### Supplied data
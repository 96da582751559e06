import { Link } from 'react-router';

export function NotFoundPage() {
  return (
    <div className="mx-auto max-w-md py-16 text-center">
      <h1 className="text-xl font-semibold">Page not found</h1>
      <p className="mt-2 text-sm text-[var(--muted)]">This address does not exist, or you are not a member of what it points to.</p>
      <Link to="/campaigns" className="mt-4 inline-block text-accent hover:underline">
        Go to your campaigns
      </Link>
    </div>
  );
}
...
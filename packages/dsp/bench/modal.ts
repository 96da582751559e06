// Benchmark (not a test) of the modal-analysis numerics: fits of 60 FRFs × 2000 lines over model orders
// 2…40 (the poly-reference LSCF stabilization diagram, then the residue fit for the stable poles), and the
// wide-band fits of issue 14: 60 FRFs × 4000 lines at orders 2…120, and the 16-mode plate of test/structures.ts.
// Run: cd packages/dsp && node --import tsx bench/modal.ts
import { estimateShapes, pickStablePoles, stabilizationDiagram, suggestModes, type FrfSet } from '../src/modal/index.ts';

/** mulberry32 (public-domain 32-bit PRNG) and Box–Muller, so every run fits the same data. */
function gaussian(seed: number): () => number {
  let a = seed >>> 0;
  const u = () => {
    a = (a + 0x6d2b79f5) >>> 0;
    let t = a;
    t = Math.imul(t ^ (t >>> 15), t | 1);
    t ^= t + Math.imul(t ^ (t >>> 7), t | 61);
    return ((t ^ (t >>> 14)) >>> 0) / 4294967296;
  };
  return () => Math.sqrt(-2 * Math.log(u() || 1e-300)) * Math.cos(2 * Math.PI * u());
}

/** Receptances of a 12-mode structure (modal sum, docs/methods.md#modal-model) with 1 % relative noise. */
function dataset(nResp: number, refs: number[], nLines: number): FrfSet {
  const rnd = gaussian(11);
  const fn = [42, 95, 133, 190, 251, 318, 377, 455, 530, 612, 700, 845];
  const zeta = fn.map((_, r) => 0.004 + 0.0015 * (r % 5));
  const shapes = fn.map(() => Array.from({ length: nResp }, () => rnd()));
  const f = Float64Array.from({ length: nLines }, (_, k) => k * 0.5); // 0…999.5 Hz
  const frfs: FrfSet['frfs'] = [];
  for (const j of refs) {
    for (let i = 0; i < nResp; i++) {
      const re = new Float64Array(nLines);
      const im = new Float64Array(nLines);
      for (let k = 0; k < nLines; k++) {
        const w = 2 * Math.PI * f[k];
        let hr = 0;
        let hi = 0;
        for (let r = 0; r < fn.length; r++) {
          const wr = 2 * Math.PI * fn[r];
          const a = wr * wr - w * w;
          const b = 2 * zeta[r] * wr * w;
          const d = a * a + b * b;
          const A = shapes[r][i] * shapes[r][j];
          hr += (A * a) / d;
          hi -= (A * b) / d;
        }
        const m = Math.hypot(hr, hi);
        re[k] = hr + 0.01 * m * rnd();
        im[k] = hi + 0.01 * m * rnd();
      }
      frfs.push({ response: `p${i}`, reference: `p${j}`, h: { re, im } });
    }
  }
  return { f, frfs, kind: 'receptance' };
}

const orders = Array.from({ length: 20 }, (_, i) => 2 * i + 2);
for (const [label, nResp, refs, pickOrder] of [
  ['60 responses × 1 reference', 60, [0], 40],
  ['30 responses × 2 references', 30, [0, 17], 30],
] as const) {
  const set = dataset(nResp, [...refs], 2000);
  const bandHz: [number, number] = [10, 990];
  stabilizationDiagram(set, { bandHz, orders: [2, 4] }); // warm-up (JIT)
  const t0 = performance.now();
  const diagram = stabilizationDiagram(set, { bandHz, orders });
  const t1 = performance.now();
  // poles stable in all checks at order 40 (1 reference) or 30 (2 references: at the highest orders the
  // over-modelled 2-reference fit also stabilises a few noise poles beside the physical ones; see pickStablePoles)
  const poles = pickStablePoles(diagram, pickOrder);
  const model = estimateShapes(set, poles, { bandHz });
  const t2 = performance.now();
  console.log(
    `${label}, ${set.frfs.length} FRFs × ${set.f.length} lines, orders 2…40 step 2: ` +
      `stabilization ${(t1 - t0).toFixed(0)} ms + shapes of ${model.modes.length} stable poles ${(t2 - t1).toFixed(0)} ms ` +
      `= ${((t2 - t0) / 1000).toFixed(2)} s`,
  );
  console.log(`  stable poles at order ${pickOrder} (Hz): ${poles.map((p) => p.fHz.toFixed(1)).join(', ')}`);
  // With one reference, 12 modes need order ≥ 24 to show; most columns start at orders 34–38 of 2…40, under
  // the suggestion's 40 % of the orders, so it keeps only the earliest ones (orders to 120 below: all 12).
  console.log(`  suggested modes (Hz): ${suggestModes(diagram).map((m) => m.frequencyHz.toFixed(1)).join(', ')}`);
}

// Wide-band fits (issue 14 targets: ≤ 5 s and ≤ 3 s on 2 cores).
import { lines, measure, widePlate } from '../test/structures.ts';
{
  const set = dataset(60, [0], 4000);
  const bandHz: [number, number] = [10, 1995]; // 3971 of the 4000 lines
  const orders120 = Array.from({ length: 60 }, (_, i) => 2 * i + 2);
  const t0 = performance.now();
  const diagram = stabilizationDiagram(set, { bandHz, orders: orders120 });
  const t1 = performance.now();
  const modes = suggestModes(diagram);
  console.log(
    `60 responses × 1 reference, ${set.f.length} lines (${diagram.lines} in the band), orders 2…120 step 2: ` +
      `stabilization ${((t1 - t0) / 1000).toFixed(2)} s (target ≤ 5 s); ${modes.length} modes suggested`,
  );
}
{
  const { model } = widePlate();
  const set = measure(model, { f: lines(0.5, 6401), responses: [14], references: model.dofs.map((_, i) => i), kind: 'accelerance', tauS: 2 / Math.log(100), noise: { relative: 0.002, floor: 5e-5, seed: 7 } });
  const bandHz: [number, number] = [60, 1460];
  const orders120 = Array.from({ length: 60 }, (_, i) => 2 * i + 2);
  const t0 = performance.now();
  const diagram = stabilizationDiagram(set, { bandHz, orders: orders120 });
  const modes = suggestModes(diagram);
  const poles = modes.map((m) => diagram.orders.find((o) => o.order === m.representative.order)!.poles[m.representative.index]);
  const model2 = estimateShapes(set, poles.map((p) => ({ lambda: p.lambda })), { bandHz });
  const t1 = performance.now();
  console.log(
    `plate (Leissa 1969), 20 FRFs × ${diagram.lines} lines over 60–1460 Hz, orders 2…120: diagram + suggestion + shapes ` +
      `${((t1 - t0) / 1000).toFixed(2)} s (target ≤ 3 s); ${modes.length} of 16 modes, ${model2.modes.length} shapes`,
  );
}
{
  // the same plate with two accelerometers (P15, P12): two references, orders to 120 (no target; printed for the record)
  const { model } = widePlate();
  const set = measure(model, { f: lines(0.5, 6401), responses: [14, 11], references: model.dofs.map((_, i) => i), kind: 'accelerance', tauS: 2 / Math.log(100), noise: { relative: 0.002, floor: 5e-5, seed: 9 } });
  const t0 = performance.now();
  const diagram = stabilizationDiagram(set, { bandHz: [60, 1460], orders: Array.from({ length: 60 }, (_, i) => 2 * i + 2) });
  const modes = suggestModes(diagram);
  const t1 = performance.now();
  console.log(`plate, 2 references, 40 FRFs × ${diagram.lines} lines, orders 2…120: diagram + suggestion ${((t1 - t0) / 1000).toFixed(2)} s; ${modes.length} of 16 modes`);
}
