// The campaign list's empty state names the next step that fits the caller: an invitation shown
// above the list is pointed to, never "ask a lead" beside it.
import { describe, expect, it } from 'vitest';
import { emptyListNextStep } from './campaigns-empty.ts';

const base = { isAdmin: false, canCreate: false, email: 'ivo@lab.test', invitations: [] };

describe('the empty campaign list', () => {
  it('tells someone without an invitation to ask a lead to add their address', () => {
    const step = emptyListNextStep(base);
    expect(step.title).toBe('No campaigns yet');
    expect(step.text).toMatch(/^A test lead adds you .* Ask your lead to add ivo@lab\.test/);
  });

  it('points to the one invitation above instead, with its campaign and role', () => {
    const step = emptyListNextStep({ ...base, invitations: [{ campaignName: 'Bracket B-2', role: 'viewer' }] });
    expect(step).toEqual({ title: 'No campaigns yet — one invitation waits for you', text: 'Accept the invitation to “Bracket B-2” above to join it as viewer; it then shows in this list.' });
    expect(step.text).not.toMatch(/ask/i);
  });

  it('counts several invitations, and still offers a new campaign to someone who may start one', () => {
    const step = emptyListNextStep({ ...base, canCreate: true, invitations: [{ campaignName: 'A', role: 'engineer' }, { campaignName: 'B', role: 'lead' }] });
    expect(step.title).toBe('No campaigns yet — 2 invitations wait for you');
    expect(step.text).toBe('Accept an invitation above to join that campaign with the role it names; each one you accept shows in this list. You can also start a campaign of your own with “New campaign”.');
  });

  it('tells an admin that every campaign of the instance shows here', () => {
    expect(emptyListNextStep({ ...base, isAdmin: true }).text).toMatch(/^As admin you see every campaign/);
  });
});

### How to complete this task
Search the data for the word "nResp" and copy each line where it appears.

### Problem solution
function dataset(nResp: number, refs: number[], nLines: number): FrfSet {
  const shapes = fn.map(() => Array.from({ length: nResp }, () => rnd()));
    for (let i = 0; i < nResp; i++) {
for (const [label, nResp, refs, pickOrder] of [
  const set = dataset(nResp, [...refs], 2000);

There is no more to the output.